The dovetail shuffle, or riffle shuffle, is a common card-shuffling method that consists of cutting a deck of cards in two packets, and then interleaving the two packets together. A variation is the $a$-shuffle, which consists of cutting the deck in $a$ packets and then interleaving them all together. In this post, we will consider dovetail $2$-shuffles only.

A rising sequence is defined by Bayer & Diaconis in [2] as a “maximal subset of an arrangement of cards, consisting  of successive face values displayed in order”. Initially, the ordered arrangement of the deck is $\pi(i) = i$ for all $i \in [n]$ and, hence, there is exactly one rising sequence.
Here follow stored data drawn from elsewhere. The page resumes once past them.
package maps

import (
	"fmt"
	"image/color"
	"math"

	"kerrscope/render/internal/figure"
	"kerrscope/render/pixels"
	"kerrscope/scene"
)

// The polarisation map is the line intensity (as the intensity map) with
// a tick per cell of a coarse grid over it: along the electric vector of
// the cell's summed Stokes Q and U, its length the cell's linear
// polarisation fraction sqrt(Q² + U²)/I times the cell side (a fully
// polarised cell's tick spans the cell). Cells whose light is below
// tickFloor of the brightest cell get no tick.
const (
	// tickCells is the number of grid cells across the map's longer side.
	tickCells = 28
	// tickFloor is the smallest cell intensity, relative to the brightest
	// cell, that gets a tick.
	tickFloor = 1e-3
)

// tickColor is the colour of the polarisation ticks, and tickEdge the
// darker line drawn under each, so they read over bright and dark pixels.
var (
	tickColor = color.RGBA{0xf4, 0xfa, 0xff, 0xff}
	tickEdge  = color.RGBA{0x10, 0x24, 0x40, 0xff}
)

// PolarisationTick is one tick of the polarisation map: its centre in
// (α, β) M, its unit direction on the screen, and the cell's fraction.
type PolarisationTick struct {
	Alpha, Beta float64
	DAlpha      float64 // direction of the electric vector on the screen (unit)
	DBeta       float64
	Fraction    float64
	Side        float64 // cell side in M
}

// PolarisationTicks returns the ticks of the frame's polarisation map.
// The electric vector's position angle χ = ½ atan2(U, Q) (north through
// east) is turned back to the screen with the position angle PA of +β
// (inverse of scene.SkyOffset): (dα, dβ) = (sin(χ − PA)·(−1), cos(χ − PA)).
// The frame must hold Line, Q and U; a frame without Stokes gives none.
func PolarisationTicks(f *pixels.Frame) []PolarisationTick {
	if f.Q == nil || f.Line == nil {
		return nil
	}
	n := max(1, max(f.W, f.H)/tickCells)
	type cell struct{ i, q, u float64 }
	cw, ch := (f.W+n-1)/n, (f.H+n-1)/n
	cells := make([]cell, cw*ch)
	for k := range f.Fate {
		i, q, u := f.StokesAt(k)
		if math.IsNaN(i) {
			continue
		}
		c := &cells[(k/f.W)/n*cw+(k%f.W)/n]
		c.i += i
		if !math.IsNaN(q) {
			c.q += q
			c.u += u
		}
	}
	top := 0.0
	for _, c := range cells {
		top = math.Max(top, c.i)
	}
	side := float64(n) * f.Res.PixelSize
	pa := f.Res.Observer.PositionAngleDeg * math.Pi / 180
	var out []PolarisationTick
	for ci, c := range cells {
		if !(c.i > tickFloor*top) || !(top > 0) {
			continue
		}
		frac := math.Hypot(c.q, c.u) / c.i
		if !(frac > 0) {
			continue
		}
		chi := math.Atan2(c.u, c.q) / 2
		s, co := math.Sincos(chi - pa)
		x, y := ci%cw, ci/cw
		// Centre of the cell's pixels (the last cells may be narrower).
		i0, i1 := x*n, min(f.W, (x+1)*n)
		j0, j1 := y*n, min(f.H, (y+1)*n)
		a := pixels.PixelAlpha(f.Res, 0) + (float64(i0+i1-1)/2)*f.Res.PixelSize
		b := pixels.PixelBeta(f.Res, 0) - (float64(j0+j1-1)/2)*f.Res.PixelSize
		out = append(out, PolarisationTick{Alpha: a, Beta: b, DAlpha: -s, DBeta: co, Fraction: math.Min(frac, 1), Side: side})
	}
	return out
}

// polarisationDecoration adds the intensity colour bar, the ticks and a
// line with the net polarisation and β₂.
func polarisationDecoration(f *pixels.Frame, sc Scales, p *figure.Panel) {
	intensityBar(f, sc, p)
	ticks := PolarisationTicks(f)
	for _, layer := range []struct {
		c color.RGBA
		w float64
	}{{tickEdge, 3.2}, {tickColor, 1.6}} {
		for _, t := range ticks {
			h := t.Fraction * t.Side / 2
			p.Lines = append(p.Lines, figure.Polyline{
				Points: [][2]float64{{t.Alpha - h*t.DAlpha, t.Beta - h*t.DBeta}, {t.Alpha + h*t.DAlpha, t.Beta + h*t.DBeta}},
				Color:  layer.c, Width: layer.w})
		}
	}
	if f.Q != nil {
		n := f.Net()
		p.Subtitle += fmt.Sprintf(" · %s · net m = %.3g at EVPA %.1f° · β₂ = %.3g at %.0f°",
			fieldWords(f.Res.Polar), n.Fraction, n.Angle*180/math.Pi, cmplxAbs(n.Beta2), cmplxArg(n.Beta2)*180/math.Pi)
	}
}

// fieldWords names the field direction shortly, e.g. "B (r, φ, z) = (0, 1, 0)".
func fieldWords(m scene.PolarisationModel) string {
	return fmt.Sprintf("B (r, φ, z) = (%.2g, %.2g, %.2g)", m.B[0], m.B[1], m.B[2])
}

func cmplxAbs(z complex128) float64 { return math.Hypot(real(z), imag(z)) }
func cmplxArg(z complex128) float64 { return math.Atan2(imag(z), real(z)) }
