package maps

import (
	"image/color"
	"math"

	"kerrscope/colormap"
)

// A map's colour is a function of one float32 value per pixel, At(pos(v))
// (onScaleMap), and pos costs a logarithm on most scales. valueTable
// reads the colour from a table instead, indexed by the value's bits: the
// positive finite float32 values in order are the bit patterns 1 …
// 0x7f7fffff in order, so the values whose position lies strictly inside
// (0, 1) are one run of patterns [lo, hi], cut here into at most
// tableCells cells of 2^shift patterns each. As pos is non-decreasing, a
// cell whose first value and the next cell's first value fall on the
// same slot of the colour scale (colormap.Map.At reads one of scaleSlots
// samples) has that slot's colour for every value in it; the few cells
// where a slot changes are marked and their pixels take the direct
// evaluation. The image is therefore the direct evaluation's, pixel for
// pixel.

const (
	// scaleSlots is the number of samples colormap.Map.At reads from
	// (its documented table of 4096): At(t) is the sample
	// int(t·(scaleSlots−1) + 0.5) of Table(scaleSlots).
	scaleSlots = 4096
	// tableCells bounds the cells of a table; 2^16 cells put a few
	// thousand slot changes among tens of thousands of whole cells.
	tableCells = 1 << 16
	// tableMinPixels: smaller images are drawn directly, as the table
	// would cost more than it saves.
	tableMinPixels = 4 * tableCells
	maxFinite32    = 0x7f7fffff // bit pattern of math.MaxFloat32
)

// valueTable is the colour of a map's positive finite values (see above).
// A cell is filled when a value first falls in it, so that a table costs
// what the image's values reach, not what the scale spans.
type valueTable struct {
	lo, hi uint32 // the run of bit patterns with 0 < pos < 1
	shift  uint
	n      int // cells
	// cells holds each cell's colour, RGBA: alpha 0 marks a cell not
	// filled yet, alpha 1 one where the slot changes (colours are
	// opaque).
	cells []color.RGBA
	// below and above are the colours of the positive finite values
	// under lo (pos ≤ 0) and over hi (pos ≥ 1).
	below, above color.RGBA
	colours      []color.RGBA // the scale's samples, Table(scaleSlots)
	pos          func(float64) float64
}

// slot is the sample of a scale of scaleSlots samples that At reads for
// position t (t not NaN).
func slot(t float64) int {
	return int(math.Max(0, math.Min(1, t))*(scaleSlots-1) + 0.5)
}

// newValueTable makes the table of the colours of scale at pos(v), for a
// pos that is non-decreasing over the positive values; ok is false when
// pos gives NaN at the ends of the range or has no values strictly
// inside (0, 1), and the image is then drawn directly.
func newValueTable(scale colormap.Map, pos func(float64) float64) (vt valueTable, ok bool) {
	vt.pos = pos
	// lo: the first pattern with pos > 0; hi: the last with pos < 1.
	first := func(pred func(uint32) bool) uint32 { // the first of 1 … maxFinite32 where pred holds, or maxFinite32+1
		a, b := uint32(1), uint32(maxFinite32+1)
		for a < b {
			m := a + (b-a)/2
			if pred(m) {
				b = m
			} else {
				a = m + 1
			}
		}
		return a
	}
	vt.lo = first(func(b uint32) bool { return vt.at(b) > 0 })
	vt.hi = first(func(b uint32) bool { return vt.at(b) >= 1 }) - 1
	if vt.lo > vt.hi || vt.lo > maxFinite32 || math.IsNaN(vt.at(1)) || math.IsNaN(vt.at(maxFinite32)) {
		return valueTable{}, false
	}
	span := uint64(vt.hi-vt.lo) + 1
	for span > uint64(tableCells)<<vt.shift {
		vt.shift++
	}
	vt.n = int((span + 1<<vt.shift - 1) >> vt.shift)
	vt.colours = scale.Table(scaleSlots)
	vt.below, vt.above = vt.colours[0], vt.colours[scaleSlots-1]
	vt.cells = make([]color.RGBA, vt.n)
	return vt, true
}

// at is pos of the float32 value of bit pattern b.
func (vt *valueTable) at(b uint32) float64 { return vt.pos(float64(math.Float32frombits(b))) }

// fill sets cell i: its colour when pos at its first value and at the
// next cell's first value (at hi for the last cell) fall on the same
// slot, which then holds for every value of the cell, pos being
// non-decreasing; else the mark of a cell where the slot changes.
func (vt *valueTable) fill(i int) color.RGBA {
	end := vt.hi
	if i+1 < vt.n {
		end = vt.lo + uint32(i+1)<<vt.shift
	}
	t0, t1 := vt.at(vt.lo+uint32(i)<<vt.shift), vt.at(end)
	c := color.RGBA{A: 1}
	if !math.IsNaN(t0) && !math.IsNaN(t1) {
		if s := slot(t0); s == slot(t1) {
			c = vt.colours[s]
		}
	}
	vt.cells[i] = c
	return c
}

// colour returns the colour of value v, ok false when v is not in the
// table's reach (NaN, zero, negative, infinite) or falls in a cell where
// the slot changes. It is small enough to be inlined in the pixel loop.
func (vt *valueTable) colour(v float32) (c color.RGBA, ok bool) {
	d := math.Float32bits(v) - vt.lo
	if d > vt.hi-vt.lo {
		return vt.outside(v)
	}
	if c = vt.cells[d>>vt.shift]; c.A == 0 {
		c = vt.fill(int(d >> vt.shift))
	}
	return c, c.A == 0xff
}

// outside is colour for the values outside [lo, hi].
func (vt *valueTable) outside(v float32) (color.RGBA, bool) {
	switch b := math.Float32bits(v); {
	case b >= 1 && b < vt.lo:
		return vt.below, true
	case b > vt.hi && b <= maxFinite32:
		return vt.above, true
	}
	return color.RGBA{}, false
}
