package sweep

import (
	"context"
	"fmt"
	"io"
	"slices"
	"strings"

	"kerrscope/render/maps"
	"kerrscope/render/outputs"
	"kerrscope/render/pixels"
)

// hookStaged, if set (by tests), is called after each file of a frame is
// staged.
var hookStaged func(index int, name string)

// writeFrame renders point pt and commits its files (Plan.artifacts) into
// the output directory, which lk holds, through outputs.Outputs, so that
// an error or a cancelled ctx leaves none of them behind. It returns
// their records, sorted by name, and the estimate of the line flux
// outside the window when the frame's disk image touches its border
// (pixels.EstimateClip; the files record it too), else nil.
func (p *Plan) writeFrame(ctx context.Context, lk *outputs.DirLock, pt Point, sc maps.Scales, version string) ([]fileRecord, *pixels.Clip, error) {
	if p.spot != nil {
		files, err := p.writeSpotFrame(ctx, lk, pt, sc)
		return files, nil, err
	}
	f, err := pixels.RenderChecked(ctx, pt.Scene, nil, outputs.Needs(p.artifacts(pt.Index)))
	if err != nil {
		return nil, nil, err
	}
	job := outputs.Job{Frame: f, Scales: sc, Version: version, Note: p.figureNote(pt.Values),
		SpectrumTitle: fmt.Sprintf("line profile collapsed from the image, frame %d of %d: %s", pt.Index, len(p.Points), p.valueLabel(pt.Values))}
	files, err := p.commitFrame(ctx, lk, pt.Index, func(put outputs.Put) error {
		return outputs.Write(ctx, p.artifacts(pt.Index), job, put)
	})
	return files, f.Clip, err
}

// commitFrame stages the files of frame index that write puts, hashing
// each, and commits them together; an error or a cancelled ctx leaves
// none of them behind. It returns their records, sorted by name.
func (p *Plan) commitFrame(ctx context.Context, lk *outputs.DirLock, index int, write func(outputs.Put) error) ([]fileRecord, error) {
	out, err := outputs.NewOutputs(ctx, lk, "")
	if err != nil {
		return nil, err
	}
	var recs []fileRecord
	put := func(name string, write func(io.Writer) error) error {
		if err := ctx.Err(); err != nil {
			return err
		}
		var hw *hashingWriter
		err := out.Write(name, func(w io.Writer) error {
			hw = newHashingWriter(w)
			return write(hw)
		})
		if err != nil {
			return err
		}
		recs = append(recs, hw.record(name))
		if hookStaged != nil {
			hookStaged(index, name)
		}
		return nil
	}
	if err := write(put); err != nil {
		out.Abort()
		return nil, err
	}
	if err := ctx.Err(); err != nil {
		out.Abort()
		return nil, err
	}
	if _, err := out.Commit(); err != nil {
		return nil, err
	}
	slices.SortFunc(recs, func(a, b fileRecord) int { return strings.Compare(a.Name, b.Name) })
	return recs, nil
}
Each dovetail shuffle tends to double the number of rising sequences, until a saturation effect takes place due to the finiteness of the size of the deck. This is an “experimental” result that anyone can verify by playing with an actual deck of cards. Do note that:

• the minimum number of rising sequences in a deck of $n$ cards is $1$. A deck with a single rising sequence is one in which the ordering of the cards is $\pi(i) = i$ for all $i \in [n]$.
• the maximum number of rising sequences in a deck of $n$ cards is $n$. A deck with $n$ rising sequences is one in which the ordering of the cards is $\pi(i) = n + 1 - i$ for all $i \in [n]$.
• after $k$ dovetail shuffles, there are at most $\min\{2^k,n\}$ rising sequences.

We introduce function $r : \mathcal{S}_n \to [n]$, where $r(\pi)$ is defined to be the number of rising sequences in $\pi$. From Bayer & Diaconis’ paper [2], we know that the probability mass function on $\mathcal{S}_n$ after $k$ dovetail shuffles, $p^k : \mathcal{S}_n \to [0,1]$, is defined by

$p^k (\pi) = \displaystyle\binom{2^k + n - r(\pi)}{n} 2^{-n k}$.

Since we know the probability mass function on $\mathcal{S}_n$ after $k$ shuffles, we can study shuffling from an information-theoretic viewpoint. In particular, we are interested in how the entropy of the probability mass function $p^k$ evolves as the deck is shuffled.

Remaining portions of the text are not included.